- INPUT MATERIAL

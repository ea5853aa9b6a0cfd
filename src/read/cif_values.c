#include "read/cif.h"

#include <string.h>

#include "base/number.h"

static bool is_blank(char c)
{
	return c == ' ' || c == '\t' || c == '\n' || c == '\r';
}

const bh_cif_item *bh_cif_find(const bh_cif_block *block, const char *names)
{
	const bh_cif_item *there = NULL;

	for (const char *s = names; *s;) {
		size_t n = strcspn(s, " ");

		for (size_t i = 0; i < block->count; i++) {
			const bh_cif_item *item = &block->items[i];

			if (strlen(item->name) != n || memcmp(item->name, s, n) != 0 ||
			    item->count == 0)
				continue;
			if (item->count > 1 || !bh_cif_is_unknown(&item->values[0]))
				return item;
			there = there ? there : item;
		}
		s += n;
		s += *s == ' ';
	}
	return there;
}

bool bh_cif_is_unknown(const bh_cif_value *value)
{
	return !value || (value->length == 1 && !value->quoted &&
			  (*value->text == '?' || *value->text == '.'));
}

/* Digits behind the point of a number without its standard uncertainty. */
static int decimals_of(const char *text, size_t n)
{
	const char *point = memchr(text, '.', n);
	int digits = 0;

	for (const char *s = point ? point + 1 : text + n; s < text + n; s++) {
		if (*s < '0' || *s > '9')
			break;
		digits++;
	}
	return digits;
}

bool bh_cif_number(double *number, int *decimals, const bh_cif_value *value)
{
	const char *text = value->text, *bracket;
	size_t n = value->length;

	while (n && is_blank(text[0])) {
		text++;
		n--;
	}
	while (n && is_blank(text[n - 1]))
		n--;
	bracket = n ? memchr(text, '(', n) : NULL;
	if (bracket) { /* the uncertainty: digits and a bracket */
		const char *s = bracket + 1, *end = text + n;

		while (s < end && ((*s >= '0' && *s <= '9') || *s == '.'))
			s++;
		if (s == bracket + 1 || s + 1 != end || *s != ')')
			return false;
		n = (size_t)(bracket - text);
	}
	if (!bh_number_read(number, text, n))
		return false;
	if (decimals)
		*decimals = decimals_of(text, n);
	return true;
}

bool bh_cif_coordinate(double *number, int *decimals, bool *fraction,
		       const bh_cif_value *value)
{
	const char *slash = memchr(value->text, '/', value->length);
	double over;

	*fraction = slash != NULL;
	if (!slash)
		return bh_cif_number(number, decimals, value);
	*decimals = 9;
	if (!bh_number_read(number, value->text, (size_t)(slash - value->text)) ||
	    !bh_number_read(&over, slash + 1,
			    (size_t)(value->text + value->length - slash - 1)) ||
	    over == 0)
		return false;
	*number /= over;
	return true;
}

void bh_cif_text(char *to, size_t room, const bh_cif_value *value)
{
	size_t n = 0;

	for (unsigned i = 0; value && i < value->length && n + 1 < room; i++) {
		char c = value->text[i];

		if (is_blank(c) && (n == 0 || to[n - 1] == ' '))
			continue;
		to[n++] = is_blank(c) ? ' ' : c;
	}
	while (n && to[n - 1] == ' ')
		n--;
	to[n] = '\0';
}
==
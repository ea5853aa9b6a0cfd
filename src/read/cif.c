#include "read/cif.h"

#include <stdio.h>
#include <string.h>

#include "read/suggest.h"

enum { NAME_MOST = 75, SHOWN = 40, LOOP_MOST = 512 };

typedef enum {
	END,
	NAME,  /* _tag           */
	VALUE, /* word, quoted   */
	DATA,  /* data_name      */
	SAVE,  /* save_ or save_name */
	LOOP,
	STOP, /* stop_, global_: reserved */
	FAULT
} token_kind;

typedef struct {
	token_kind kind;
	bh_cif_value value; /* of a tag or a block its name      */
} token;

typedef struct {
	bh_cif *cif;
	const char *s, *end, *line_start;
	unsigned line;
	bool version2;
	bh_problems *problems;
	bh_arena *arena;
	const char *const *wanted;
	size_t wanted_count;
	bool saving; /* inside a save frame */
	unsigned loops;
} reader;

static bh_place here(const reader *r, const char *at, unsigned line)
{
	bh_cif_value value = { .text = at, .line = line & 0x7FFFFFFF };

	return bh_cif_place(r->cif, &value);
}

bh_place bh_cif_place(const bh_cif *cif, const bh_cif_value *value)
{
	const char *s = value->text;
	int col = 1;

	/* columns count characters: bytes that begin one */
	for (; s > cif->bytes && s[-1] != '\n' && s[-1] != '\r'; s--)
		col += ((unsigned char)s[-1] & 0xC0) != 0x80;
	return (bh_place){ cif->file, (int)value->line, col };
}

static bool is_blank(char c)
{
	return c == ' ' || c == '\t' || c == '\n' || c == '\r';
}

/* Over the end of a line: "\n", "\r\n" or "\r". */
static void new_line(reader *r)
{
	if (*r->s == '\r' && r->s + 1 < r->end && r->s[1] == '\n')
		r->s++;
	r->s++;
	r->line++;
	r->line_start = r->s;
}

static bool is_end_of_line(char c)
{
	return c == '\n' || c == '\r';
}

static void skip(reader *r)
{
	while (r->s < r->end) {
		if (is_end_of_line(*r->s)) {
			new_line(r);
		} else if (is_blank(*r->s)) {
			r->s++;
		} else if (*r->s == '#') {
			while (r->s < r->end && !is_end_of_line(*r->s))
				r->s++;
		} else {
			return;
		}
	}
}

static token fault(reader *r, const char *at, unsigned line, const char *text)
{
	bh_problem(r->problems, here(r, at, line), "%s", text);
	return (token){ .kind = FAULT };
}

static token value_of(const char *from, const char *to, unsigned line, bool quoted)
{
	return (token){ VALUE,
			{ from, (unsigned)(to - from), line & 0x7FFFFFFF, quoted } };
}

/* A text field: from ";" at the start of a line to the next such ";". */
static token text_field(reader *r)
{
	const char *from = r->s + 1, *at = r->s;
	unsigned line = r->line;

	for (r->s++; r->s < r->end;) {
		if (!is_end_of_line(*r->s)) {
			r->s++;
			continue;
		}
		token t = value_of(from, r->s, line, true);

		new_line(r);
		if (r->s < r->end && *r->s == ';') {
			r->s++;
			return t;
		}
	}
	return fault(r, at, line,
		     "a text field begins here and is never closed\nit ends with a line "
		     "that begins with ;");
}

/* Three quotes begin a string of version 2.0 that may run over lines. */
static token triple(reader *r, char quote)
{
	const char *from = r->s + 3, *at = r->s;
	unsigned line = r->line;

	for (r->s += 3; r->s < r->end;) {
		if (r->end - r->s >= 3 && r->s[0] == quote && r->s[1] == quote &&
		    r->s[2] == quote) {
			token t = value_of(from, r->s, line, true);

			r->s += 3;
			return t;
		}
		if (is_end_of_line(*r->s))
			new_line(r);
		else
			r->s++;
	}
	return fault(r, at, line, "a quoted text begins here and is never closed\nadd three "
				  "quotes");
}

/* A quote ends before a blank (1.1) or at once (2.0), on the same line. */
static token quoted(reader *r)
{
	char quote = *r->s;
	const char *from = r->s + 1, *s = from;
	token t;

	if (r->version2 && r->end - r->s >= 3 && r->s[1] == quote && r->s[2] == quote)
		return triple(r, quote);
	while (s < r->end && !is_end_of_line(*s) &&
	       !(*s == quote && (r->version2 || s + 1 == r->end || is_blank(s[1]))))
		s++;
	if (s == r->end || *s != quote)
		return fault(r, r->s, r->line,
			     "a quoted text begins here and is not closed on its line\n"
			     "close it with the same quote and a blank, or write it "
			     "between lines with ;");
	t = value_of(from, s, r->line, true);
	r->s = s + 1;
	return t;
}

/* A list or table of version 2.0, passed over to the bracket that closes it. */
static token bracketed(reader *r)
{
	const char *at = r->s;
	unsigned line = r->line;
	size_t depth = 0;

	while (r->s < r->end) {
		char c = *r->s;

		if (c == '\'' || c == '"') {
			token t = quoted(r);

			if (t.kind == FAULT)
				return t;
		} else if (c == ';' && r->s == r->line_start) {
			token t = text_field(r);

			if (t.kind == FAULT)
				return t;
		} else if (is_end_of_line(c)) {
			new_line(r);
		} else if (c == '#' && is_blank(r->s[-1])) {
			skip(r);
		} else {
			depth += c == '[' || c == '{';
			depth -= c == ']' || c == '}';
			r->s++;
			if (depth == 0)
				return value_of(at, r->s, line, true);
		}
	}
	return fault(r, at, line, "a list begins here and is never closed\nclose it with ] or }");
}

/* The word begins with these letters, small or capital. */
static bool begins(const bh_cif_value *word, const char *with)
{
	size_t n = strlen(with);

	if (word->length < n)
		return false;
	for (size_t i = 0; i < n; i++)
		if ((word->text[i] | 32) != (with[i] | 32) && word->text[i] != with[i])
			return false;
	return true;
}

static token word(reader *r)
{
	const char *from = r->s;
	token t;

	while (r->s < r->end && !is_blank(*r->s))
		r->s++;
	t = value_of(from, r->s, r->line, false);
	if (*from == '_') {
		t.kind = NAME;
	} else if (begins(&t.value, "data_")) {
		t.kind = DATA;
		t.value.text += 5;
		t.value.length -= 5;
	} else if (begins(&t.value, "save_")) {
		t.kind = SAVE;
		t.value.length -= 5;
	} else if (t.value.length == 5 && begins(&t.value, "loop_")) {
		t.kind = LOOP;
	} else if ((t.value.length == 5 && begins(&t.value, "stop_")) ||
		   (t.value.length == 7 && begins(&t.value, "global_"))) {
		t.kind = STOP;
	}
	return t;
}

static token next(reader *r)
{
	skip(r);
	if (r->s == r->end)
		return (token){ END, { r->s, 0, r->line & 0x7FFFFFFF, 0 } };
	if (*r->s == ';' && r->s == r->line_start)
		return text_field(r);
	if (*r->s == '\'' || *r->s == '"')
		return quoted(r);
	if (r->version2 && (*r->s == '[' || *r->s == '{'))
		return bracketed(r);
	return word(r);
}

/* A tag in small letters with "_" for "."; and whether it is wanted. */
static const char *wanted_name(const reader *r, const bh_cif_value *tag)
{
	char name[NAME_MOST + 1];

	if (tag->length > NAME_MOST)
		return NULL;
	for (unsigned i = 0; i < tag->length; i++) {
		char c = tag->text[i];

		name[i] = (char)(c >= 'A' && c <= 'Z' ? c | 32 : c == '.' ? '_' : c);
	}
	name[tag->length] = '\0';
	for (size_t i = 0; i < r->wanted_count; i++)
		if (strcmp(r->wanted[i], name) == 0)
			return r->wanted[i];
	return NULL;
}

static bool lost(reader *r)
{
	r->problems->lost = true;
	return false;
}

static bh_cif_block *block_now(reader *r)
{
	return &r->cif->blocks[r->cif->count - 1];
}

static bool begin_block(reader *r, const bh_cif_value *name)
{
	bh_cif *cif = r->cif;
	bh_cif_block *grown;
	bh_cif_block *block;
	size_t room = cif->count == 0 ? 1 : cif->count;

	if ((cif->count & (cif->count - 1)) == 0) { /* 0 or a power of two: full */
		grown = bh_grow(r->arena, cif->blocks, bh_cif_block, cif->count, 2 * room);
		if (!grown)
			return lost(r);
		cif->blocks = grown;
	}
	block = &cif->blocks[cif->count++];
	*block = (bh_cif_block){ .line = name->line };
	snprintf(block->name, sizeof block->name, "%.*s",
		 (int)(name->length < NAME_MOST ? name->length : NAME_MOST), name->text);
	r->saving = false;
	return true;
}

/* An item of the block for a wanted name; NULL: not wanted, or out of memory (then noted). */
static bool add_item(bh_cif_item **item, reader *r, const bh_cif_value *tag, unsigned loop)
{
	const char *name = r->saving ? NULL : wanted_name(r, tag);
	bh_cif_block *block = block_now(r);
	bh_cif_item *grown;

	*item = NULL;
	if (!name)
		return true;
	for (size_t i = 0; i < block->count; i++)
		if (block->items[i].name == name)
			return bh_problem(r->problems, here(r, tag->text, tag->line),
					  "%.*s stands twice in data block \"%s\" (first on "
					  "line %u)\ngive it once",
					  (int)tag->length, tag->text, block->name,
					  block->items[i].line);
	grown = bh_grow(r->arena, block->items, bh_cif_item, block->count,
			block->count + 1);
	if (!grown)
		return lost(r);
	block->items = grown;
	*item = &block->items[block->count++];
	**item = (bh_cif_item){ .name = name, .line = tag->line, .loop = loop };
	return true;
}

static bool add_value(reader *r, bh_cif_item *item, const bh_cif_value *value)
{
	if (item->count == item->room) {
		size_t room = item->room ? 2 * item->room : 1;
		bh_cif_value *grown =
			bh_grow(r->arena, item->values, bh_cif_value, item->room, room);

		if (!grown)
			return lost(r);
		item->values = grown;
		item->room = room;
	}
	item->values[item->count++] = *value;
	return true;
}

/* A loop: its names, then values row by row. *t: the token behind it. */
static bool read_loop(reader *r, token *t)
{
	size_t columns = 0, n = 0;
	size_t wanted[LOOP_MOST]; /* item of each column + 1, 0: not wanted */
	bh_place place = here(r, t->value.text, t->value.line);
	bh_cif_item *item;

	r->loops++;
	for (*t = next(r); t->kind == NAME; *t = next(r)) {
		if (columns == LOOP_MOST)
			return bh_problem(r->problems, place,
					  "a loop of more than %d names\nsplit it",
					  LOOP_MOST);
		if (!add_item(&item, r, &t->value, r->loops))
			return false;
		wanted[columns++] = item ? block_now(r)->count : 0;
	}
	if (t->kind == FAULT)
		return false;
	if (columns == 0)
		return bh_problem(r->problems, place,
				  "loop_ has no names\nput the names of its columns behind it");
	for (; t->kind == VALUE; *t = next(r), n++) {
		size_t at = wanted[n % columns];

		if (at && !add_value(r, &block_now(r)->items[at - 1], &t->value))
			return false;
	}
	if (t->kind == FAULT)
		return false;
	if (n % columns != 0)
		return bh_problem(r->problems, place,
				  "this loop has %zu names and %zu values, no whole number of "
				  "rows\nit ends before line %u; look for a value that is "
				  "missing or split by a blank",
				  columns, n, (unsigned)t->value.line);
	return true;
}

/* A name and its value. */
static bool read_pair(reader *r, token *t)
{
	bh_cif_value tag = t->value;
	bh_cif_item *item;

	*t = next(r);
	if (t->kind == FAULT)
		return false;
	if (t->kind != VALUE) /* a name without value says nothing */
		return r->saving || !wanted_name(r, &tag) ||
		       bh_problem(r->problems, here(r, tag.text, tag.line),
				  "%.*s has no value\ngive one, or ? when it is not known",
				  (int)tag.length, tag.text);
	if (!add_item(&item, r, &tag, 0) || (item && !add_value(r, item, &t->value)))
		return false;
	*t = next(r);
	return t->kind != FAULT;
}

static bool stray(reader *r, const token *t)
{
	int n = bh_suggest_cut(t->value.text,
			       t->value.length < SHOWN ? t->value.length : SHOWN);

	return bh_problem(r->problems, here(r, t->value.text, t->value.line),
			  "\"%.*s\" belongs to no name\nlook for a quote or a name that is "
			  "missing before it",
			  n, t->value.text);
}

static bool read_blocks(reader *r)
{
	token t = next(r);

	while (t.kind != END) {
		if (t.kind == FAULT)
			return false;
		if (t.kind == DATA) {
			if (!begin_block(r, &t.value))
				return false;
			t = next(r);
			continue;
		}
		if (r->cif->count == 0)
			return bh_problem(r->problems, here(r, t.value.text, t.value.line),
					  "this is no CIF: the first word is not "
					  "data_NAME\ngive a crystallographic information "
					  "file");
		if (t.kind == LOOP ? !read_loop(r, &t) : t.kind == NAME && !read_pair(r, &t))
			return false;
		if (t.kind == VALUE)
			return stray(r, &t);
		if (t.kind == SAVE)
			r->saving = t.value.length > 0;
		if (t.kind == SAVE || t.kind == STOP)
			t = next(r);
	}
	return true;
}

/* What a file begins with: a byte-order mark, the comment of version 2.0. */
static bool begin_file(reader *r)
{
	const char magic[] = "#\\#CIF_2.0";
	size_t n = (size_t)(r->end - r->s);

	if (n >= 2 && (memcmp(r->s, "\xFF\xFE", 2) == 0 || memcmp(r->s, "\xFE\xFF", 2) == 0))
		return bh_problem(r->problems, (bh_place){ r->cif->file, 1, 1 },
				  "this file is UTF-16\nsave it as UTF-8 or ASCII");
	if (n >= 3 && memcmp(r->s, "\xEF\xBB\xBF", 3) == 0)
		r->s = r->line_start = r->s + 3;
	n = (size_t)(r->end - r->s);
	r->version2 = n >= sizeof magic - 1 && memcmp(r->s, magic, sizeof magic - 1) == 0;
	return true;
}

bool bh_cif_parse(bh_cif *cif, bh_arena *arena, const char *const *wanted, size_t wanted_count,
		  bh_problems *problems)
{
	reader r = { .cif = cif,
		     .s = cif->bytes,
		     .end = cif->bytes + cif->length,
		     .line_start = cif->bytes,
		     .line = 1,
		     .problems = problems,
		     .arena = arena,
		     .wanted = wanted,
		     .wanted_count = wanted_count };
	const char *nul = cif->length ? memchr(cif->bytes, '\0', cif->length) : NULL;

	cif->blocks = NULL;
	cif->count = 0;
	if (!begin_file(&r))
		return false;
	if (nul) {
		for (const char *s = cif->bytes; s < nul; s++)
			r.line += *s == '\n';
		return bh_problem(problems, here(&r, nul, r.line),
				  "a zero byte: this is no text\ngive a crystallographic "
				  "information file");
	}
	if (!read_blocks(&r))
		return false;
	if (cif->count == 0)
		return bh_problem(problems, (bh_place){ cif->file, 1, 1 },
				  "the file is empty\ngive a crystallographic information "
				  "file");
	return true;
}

- ASSIGNMENT
All lines in the listing above from the line containing "size_t n = strlen(with);" to the line containing "if (strcmp(r->wanted[i], name) == 0)", inclusive, should be retyped exactly; no other lines should appear.

- TASK ANSWER
	size_t n = strlen(with);

	if (word->length < n)
		return false;
	for (size_t i = 0; i < n; i++)
		if ((word->text[i] | 32) != (with[i] | 32) && word->text[i] != with[i])
			return false;
	return true;
}

static token word(reader *r)
{
	const char *from = r->s;
	token t;

	while (r->s < r->end && !is_blank(*r->s))
		r->s++;
	t = value_of(from, r->s, r->line, false);
	if (*from == '_') {
		t.kind = NAME;
	} else if (begins(&t.value, "data_")) {
		t.kind = DATA;
		t.value.text += 5;
		t.value.length -= 5;
	} else if (begins(&t.value, "save_")) {
		t.kind = SAVE;
		t.value.length -= 5;
	} else if (t.value.length == 5 && begins(&t.value, "loop_")) {
		t.kind = LOOP;
	} else if ((t.value.length == 5 && begins(&t.value, "stop_")) ||
		   (t.value.length == 7 && begins(&t.value, "global_"))) {
		t.kind = STOP;
	}
	return t;
}

static token next(reader *r)
{
	skip(r);
	if (r->s == r->end)
		return (token){ END, { r->s, 0, r->line & 0x7FFFFFFF, 0 } };
	if (*r->s == ';' && r->s == r->line_start)
		return text_field(r);
	if (*r->s == '\'' || *r->s == '"')
		return quoted(r);
	if (r->version2 && (*r->s == '[' || *r->s == '{'))
		return bracketed(r);
	return word(r);
}

/* A tag in small letters with "_" for "."; and whether it is wanted. */
static const char *wanted_name(const reader *r, const bh_cif_value *tag)
{
	char name[NAME_MOST + 1];

	if (tag->length > NAME_MOST)
		return NULL;
	for (unsigned i = 0; i < tag->length; i++) {
		char c = tag->text[i];

		name[i] = (char)(c >= 'A' && c <= 'Z' ? c | 32 : c == '.' ? '_' : c);
	}
	name[tag->length] = '\0';
	for (size_t i = 0; i < r->wanted_count; i++)
		if (strcmp(r->wanted[i], name) == 0)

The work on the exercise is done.